Stored data:

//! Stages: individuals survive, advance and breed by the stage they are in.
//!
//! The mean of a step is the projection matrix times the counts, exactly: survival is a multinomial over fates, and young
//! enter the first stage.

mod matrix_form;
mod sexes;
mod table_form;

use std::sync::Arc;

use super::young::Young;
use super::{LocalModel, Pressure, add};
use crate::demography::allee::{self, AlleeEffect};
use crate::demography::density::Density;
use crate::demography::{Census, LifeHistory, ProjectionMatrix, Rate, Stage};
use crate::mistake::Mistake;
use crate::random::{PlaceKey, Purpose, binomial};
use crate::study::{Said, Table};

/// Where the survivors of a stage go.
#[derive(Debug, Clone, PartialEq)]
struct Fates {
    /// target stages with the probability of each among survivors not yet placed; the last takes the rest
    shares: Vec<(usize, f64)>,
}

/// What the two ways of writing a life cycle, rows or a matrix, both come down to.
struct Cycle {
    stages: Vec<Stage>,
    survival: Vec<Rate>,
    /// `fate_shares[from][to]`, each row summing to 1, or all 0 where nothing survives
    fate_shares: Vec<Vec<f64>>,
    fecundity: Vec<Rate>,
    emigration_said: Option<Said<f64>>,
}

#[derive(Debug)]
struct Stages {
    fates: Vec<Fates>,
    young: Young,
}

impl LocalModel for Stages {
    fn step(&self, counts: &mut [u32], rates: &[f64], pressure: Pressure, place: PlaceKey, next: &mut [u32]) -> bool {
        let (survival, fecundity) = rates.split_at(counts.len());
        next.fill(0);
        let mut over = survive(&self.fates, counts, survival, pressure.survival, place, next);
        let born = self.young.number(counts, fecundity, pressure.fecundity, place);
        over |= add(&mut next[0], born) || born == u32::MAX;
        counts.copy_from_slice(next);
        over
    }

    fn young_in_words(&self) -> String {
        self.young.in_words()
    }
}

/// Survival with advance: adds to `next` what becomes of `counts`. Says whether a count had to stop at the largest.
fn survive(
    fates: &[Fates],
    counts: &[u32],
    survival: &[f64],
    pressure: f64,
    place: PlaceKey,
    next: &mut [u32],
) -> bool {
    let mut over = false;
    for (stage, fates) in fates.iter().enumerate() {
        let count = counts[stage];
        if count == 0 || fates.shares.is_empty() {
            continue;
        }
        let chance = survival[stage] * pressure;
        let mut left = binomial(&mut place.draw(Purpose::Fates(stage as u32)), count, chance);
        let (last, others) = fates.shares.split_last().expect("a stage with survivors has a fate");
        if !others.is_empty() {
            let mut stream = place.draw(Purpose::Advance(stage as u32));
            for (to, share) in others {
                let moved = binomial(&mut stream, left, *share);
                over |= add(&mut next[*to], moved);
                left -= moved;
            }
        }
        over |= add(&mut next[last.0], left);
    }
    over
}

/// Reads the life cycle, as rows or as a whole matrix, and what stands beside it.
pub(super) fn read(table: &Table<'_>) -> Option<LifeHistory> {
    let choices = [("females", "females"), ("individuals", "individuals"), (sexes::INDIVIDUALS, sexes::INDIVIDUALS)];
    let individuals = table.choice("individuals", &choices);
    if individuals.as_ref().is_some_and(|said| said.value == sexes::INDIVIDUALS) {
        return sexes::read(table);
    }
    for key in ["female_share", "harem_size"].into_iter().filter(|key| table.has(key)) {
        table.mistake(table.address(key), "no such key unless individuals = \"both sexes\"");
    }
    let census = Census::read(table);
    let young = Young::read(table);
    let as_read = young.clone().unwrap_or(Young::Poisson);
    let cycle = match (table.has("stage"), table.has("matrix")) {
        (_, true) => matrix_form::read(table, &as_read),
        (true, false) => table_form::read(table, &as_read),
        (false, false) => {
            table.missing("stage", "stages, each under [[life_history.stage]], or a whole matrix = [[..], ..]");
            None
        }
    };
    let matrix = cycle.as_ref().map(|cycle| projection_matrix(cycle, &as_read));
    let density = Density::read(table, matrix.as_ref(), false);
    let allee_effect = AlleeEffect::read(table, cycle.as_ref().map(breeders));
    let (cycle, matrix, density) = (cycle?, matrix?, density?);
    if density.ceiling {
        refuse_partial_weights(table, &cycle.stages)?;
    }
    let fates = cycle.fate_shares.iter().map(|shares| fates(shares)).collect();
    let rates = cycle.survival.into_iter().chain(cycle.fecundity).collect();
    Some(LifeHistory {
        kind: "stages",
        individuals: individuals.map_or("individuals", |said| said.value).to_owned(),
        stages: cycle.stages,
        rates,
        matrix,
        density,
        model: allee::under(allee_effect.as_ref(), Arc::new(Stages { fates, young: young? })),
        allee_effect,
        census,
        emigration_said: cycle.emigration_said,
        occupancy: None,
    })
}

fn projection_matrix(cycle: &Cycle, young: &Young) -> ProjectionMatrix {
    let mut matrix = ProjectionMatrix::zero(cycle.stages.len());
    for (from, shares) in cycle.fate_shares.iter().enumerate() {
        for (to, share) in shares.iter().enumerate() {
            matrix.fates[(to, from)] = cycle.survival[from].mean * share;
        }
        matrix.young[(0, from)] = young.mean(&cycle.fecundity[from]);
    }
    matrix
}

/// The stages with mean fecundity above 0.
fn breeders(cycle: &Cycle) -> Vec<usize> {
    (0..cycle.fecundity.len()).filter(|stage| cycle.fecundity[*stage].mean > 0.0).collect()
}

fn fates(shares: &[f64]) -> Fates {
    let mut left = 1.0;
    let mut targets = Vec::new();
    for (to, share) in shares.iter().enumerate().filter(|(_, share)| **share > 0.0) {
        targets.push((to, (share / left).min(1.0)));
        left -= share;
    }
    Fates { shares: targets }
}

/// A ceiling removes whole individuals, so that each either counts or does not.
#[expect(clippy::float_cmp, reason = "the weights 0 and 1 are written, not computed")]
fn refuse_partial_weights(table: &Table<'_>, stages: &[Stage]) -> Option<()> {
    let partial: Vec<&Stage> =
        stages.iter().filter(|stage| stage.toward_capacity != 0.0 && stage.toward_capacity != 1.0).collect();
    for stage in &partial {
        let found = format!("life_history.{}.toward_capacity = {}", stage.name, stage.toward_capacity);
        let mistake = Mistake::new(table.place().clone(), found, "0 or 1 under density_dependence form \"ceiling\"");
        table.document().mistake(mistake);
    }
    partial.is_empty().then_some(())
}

EXERCISE DETAILS: Every line above with the word "AlleeEffect" is to be copied out.

SOLUTION TO THIS PROBLEM:
use crate::demography::allee::{self, AlleeEffect};
    let allee_effect = AlleeEffect::read(table, cycle.as_ref().map(breeders));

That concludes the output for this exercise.